Amélie de Montchalin, députée LREM de l'Essonne, est l'invitée de Léa Salamé à 7h50.

La réforme de l'ISF ne fait pas l'unanimité. Les députés LREM vont présenter des amendements pour rééquilibrer le texte. Amélie de Montchalin est la "Whip" : chef de file de la commission des finances de 38 députes LREM, référent du parti pour le budget 2018 : "Le cap est clair (...) ce sont des choix pour les Français".

Sur la réforme de l'ISF

"On alourdit le droit de port pour des propriétaires [de yatchs, NDLR) mais surtout pour des gens qui visitent la France et qui sont pourtant Français, sous pavillon Malte ou Chypriote". Ces taxes doivent rapporter de l'argent à l'état "de l'ordre de 10 millions".

"Ces 10 millions valent le fait qu'aujourd'hui tout l'argent qu'on libère est fléché vers les entreprises et les PME(...) Dans une agenc bancaire aujourd'hui, on vous propose un PEL, un livret A, une assurance-vie. Demain on vous proposera un produit qui vous permet de votre épargne dans le capital d'une PME, et là on aura changé les choses".

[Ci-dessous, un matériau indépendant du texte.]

"""The computing schemes a column may follow, and how to fit each one robustly.

Every scheme works on the *scaled* values of a frame: each exact value times
one common integer scale, so that the check runs on Python integers (exact,
and fast enough for an ephemeris of 100,000 lines).  A parameter that does not
fall on the scale (a maximum halfway between two units) stays a Fraction;
mixed integer and Fraction arithmetic is still exact.

A *chained* scheme computes each line from the line before (constant
difference, zigzag, step function, running sum): it offers ``start`` (the
state of a line, given the next one), ``step`` (the next state), ``back`` (the
state before) and ``resume`` (the state after the scribe wrote another value).
A *row* scheme computes each cell from the other cells of its row (product,
quotient, reciprocal, a stated relation): it offers ``expect``.  Parameters
are estimated from the majority of lines (the mode of the differences, turn
pairs that agree), so that a minority of slips does not move them
(van Dalen's robust estimation, schemes-and-slips.md §1.7).
"""

from __future__ import annotations

import math
from array import array
from collections import Counter
from itertools import islice
from dataclasses import dataclass, field
from fractions import Fraction

from ..reading import exact_text, sexagesimal_text

__all__ = ["Frame", "Scheme", "ConstantScheme", "LinearScheme", "mode", "majority", "diffs", "DiffPairs", "value_text",
           "support_chained", "support_row"]


@dataclass
class Frame:
    """The audited columns as scaled exact numbers (``None`` for a damaged cell)."""

    names: list[str]
    written: dict[str, list]
    scale: int
    modulus: dict[str, int | None]      # 360 * scale for a longitude column
    floating: dict[str, bool]
    nrows: int
    #: rows a gap of missing lines precedes, and how many steps the argument takes there
    gaps: dict = field(default_factory=dict)

    def fraction(self, v) -> Fraction | None:
        return None if v is None else Fraction(v) / self.scale


def value_text(v: Fraction) -> dict:
    """An exact parameter for the JSON output: exact text and sexagesimal."""
    return {"value": exact_text(v), "sexagesimal": sexagesimal_text(v)}


def mode(items) -> tuple[object, int]:
    """The commonest item and its count (the first seen wins a tie)."""
    counts = Counter(items)
    if not counts:
        return None, 0
    best = max(counts.values())
    for item in items:
        if counts[item] == best:
            return item, best
    return None, 0  # pragma: no cover


def majority(items: list):
    """The item more than half of *items* are, or None: ``mode`` when its count is a majority.

    In constant memory (Boyer and Moore's vote), where ``mode`` counts every
    distinct item (a 10^6-line column of distinct values).

    >>> majority([3, 1, 3, 3, 2]), majority([1, 2, 1, 2])
    (3, None)
    """
    candidate, lead = None, 0
    for item in items:
        if lead == 0:
            candidate, lead = item, 1
        elif item == candidate:
            lead += 1
        else:
            lead -= 1
    if lead and sum(1 for item in items if item == candidate) * 2 > len(items):
        return candidate
    return None


def diffs(values: list, modulus=None) -> list[tuple[int, object]]:
    """(row index, difference to the line before) for each pair of known lines."""
    out = []
    prev = values[0] if values else None
    for i in range(1, len(values)):
        v = values[i]
        if v is not None and prev is not None:
            d = v - prev
            if modulus:
                d %= modulus
            out.append((i, d))
        prev = v
    return out


class DiffPairs:
    """The pairs of :func:`diffs` made on demand, one index per pair kept (a 10^6-line column).

    ``pairs[k]`` is the k-th ``(row index, difference)``; :meth:`differences`
    walks the differences alone, as often as asked.
    """

    __slots__ = ("values", "modulus", "index")

    def __init__(self, values: list, modulus=None):
        self.values = values
        self.modulus = modulus
        self.index = array("q", (i for i in range(1, len(values))
                                 if values[i] is not None and values[i - 1] is not None))

    def __len__(self) -> int:
        return len(self.index)

    def __getitem__(self, k: int) -> tuple[int, object]:
        i = self.index[k]
        d = self.values[i] - self.values[i - 1]
        if self.modulus:
            d %= self.modulus
        return i, d

    def differences(self) -> "_Differences":
        return _Differences(self)


class _Differences:
    __slots__ = ("pairs",)

    def __init__(self, pairs: DiffPairs):
        self.pairs = pairs

    def __len__(self) -> int:
        return len(self.pairs)

    def __iter__(self):
        values, modulus = self.pairs.values, self.pairs.modulus
        for i in self.pairs.index:
            d = values[i] - values[i - 1]
            if modulus:
                d %= modulus
            yield d


class Scheme:
    """A computing scheme fitted to one column."""

    kind = ""
    chained = True
    inputs: tuple[str, ...] = ()

    def __init__(self, column: str, frame: Frame):
        self.column = column
        self.frame = frame
        self.modulus = frame.modulus.get(column)
        self.support = 0.0
        #: the catalogue schemes this one agrees with (numcheck.audit.published)
        self.published: list[dict] = []
        #: the text (or catalogue id) of a scheme the user stated for the column
        self.stated: str | None = None

    # -- output --------------------------------------------------------
    def params(self) -> dict:
        return {}

    def describe(self) -> str:
        return self.kind

    def to_dict(self) -> dict:
        text = self.describe()
        if self.published:
            first = self.published[0]
            text += (f"; agrees with the published {first['label']} ({first['id']}, by its "
                     f"{first['agreement']})")
        return {"column": self.column, "kind": self.kind, "params": self.params(),
                "support": round(self.support, 4), "description": text,
                "published": [dict(p) for p in self.published],
                **({"stated": self.stated} if self.stated else {})}

    def _norm(self, v):
        return v % self.modulus if self.modulus else v

    # -- chained schemes -------------------------------------------------
    def start(self, value, i: int, nxt, src) -> tuple | None:
        """The state of line *i* (value *value*) that leads to *nxt* at i+1."""
        state = (value, None)
        got = self.step(state, i + 1, src)
        return state if got is not None and got[0] == nxt else None

    def step(self, state, i: int, src) -> tuple | None:
        raise NotImplementedError

    def back(self, state, i: int, src) -> tuple | None:
        raise NotImplementedError

    def resume(self, predicted, value) -> tuple:
        return (value,) + tuple(predicted[1:])

    def special(self, prev, i: int, src, written):
        """A scheme's own diagnosis of a slip at line *i* (missed turn, zone boundary)."""
        return None

    # -- row schemes -----------------------------------------------------
    def expect(self, i: int, src):
        raise NotImplementedError


def support_chained(scheme: Scheme, values: list, src) -> float:
    """The share of consecutive known lines that follow the scheme exactly."""
    total = hits = 0
    for i in range(len(values) - 1):
        a, b = values[i], values[i + 1]
        if a is None or b is None:
            continue
        total += 1
        if scheme.start(a, i, b, src) is not None:
            hits += 1
    return hits / total if total else 0.0


def support_row(scheme: Scheme, values: list, src, limit: int | None = None) -> float:
    total = hits = 0
    for i, v in enumerate(values if limit is None else values[:limit]):
        if v is None:
            continue
        e = scheme.expect(i, src)
        if e is None:
            continue
        total += 1
        hits += e == v
    return hits / total if total else 0.0


class ConstantScheme(Scheme):
    """Every line holds the same value."""

    kind = "constant"
    chained = False

    def __init__(self, column, frame, value):
        super().__init__(column, frame)
        self.value = value

    def expect(self, i, src):
        return self.value

    def params(self):
        return {"value": value_text(self.frame.fraction(self.value))}

    def describe(self):
        return f"constant {sexagesimal_text(self.frame.fraction(self.value))}"

    @classmethod
    def fit(cls, column, frame):
        values = [v for v in frame.written[column] if v is not None]
        if len(values) < 3:
            return None
        v = majority(values)
        return cls(column, frame, v) if v is not None else None


class LinearScheme(Scheme):
    """A constant difference d per line (modulo 360° for a longitude).

    The difference may change for good at a line (*segments*): the Old
    Babylonian multiplication tables run 1, 2, ... 20, then 30, 40, 50
    (common practice).  A change counts only when at least three lines in a
    row take the new difference, so that a slip (two differences that cancel,
    or one) is never read as a change.
    """

    kind = "linear"

    def __init__(self, column, frame, d, segments=()):
        super().__init__(column, frame)
        self.d = d
        self.segments = tuple(segments)     # (first row index, difference), ascending

    def _d(self, i):
        """The difference that leads to line *i*."""
        d = self.d
        for start, dd in self.segments:
            if i >= start:
                d = dd
        return d

    def step(self, state, i, src):
        return (self._norm(state[0] + self._d(i)), None)

    def back(self, state, i, src):
        return (self._norm(state[0] - self._d(i)), None)

    def start(self, value, i, nxt, src):
        return (value, None) if self._norm(value + self._d(i + 1)) == nxt else None

    def params(self):
        out = {"d": value_text(self.frame.fraction(self.d))}
        if self.segments:
            out["changes"] = [{"row": start + 1, "d": value_text(self.frame.fraction(dd))}
                              for start, dd in self.segments]
        if self.modulus:
            out["modulus"] = value_text(self.frame.fraction(self.modulus))
        return out

    def describe(self):
        text = f"constant difference {sexagesimal_text(self.frame.fraction(self.d))} per line"
        for start, dd in self.segments:
            text += f", {sexagesimal_text(self.frame.fraction(dd))} from row {start + 1}"
        return text

    @classmethod
    def fit(cls, column, frame):
        modulus = frame.modulus.get(column) or _circle(frame, column)
        pairs = DiffPairs(frame.written[column], modulus)
        ds = pairs.differences()
        if len(ds) < 2:
            return None
        d, n = mode(ds)
        if not d or n * 2 <= len(ds):
            return None
        scheme = cls(column, frame, d, _segments(pairs, d))
        scheme.modulus = modulus
        return scheme


#: Circles a mean-motion column may be reduced modulo (degrees, signs; a
#: day's 6,0 UŠ is 360 too): a wrap by one of them is no slip.
CIRCLES = (360, 12)


def _circle(frame, column) -> int | None:
    """The circle a constant-difference column is reduced modulo, if it wraps.

    The column is linear modulo K when its commonest difference d and the
    differences d − K (or d + K going down) explain its lines and every value
    lies in [0, K).
    """
    values = [v for v in frame.written[column] if v is not None]
    raw = DiffPairs(frame.written[column]).differences()
    if len(raw) < 2 or not values or min(values) < 0:
        return None
    d, n = mode(raw)
    best, best_wraps = None, 0
    for k in CIRCLES:
        full = k * frame.scale
        if max(values) >= full or not d or abs(d) >= full:
            continue
        wraps = sum(1 for x in raw if x != d and x % full == d % full)
        if wraps > best_wraps:
            best, best_wraps = full, wraps
    return best


#: Lines in a row that must take a new difference before it counts as a change.
_SEGMENT_RUN = 3


def _segments(pairs, d) -> list:
    """Lasting changes of the difference: runs of equal differences other than the current one."""
    out = []
    current = d
    # the differences walked in order; pairs[k] looked up only around a change
    walk = enumerate(pairs.differences() if isinstance(pairs, DiffPairs) else (x for _, x in pairs))
    for k, x in walk:
        # a difference that reverses the current one is a turn (a zigzag), not a change
        if x != current and x != -current:
            run = 1
            while (k + run < len(pairs) and pairs[k + run][1] == x
                   and pairs[k + run][0] == pairs[k + run - 1][0] + 1):
                run += 1
            if run >= _SEGMENT_RUN and x:
                out.append((pairs[k][0], x))
                current = x
                next(islice(walk, run - 1, run - 1), None)   # past the run: k += run
    return out


def lcm_all(numbers) -> int:
    out = 1
    for n in numbers:
        out = out * n // math.gcd(out, n)
    return out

Je n'ai pas de problème avec [ le fait que ] les gens aient plus de patrimoine si ce patrimoine est investi dans l'économie, qu'il permet aux entreprises de grandir, d'embaucher (...) C'est pas un problème d'argent, mais d'investissement

Sur les allocations

"Je suis favorable à ce qu'on remette tout sur la table. Vous savez qu'à la CAF aujourd'hui, il y a 23 allocations pour les familles ?", explique Amélie de Montchalin, laissant entendre qu'il pourrait y avoir moins d'allocations sociales pour les plus riches.Sur la prime d'activités, la députée LREM affirme : "Notre objectif, c'est qu'il y a ait de larges incitations pour les Français à aller travailler, qu'on augmente cette prime d'activité à + 80 euros par mois en 2022, qu'on la concentre dans le temps vers les plus bas salaires, notamment sur les personnes qui sont à temps partiel".

Sur les dérapages verbaux du président Macron

Concernant la polémique qui a suivi les propos tenus par Emmanuel Macron lors d'une visite de site industriel en Corrèze, la députée explique : "Je ne peux pas parler de sa philosophie, mais je peux parler de notre posture. Nous sommes des gens lucides, il y a effectivement des gens à GM & S qui vont perdre leur emploi. Ce qu'on veut, c'est savoir où est-ce qu'ils vont travailler, où sont les solutions. Ce que voulait dire Emmanuel Macron, c'est savoir pourquoi à 50 km de GM & S il y a des emplois, et une entreprise qui ne trouve pas de personnel(...)".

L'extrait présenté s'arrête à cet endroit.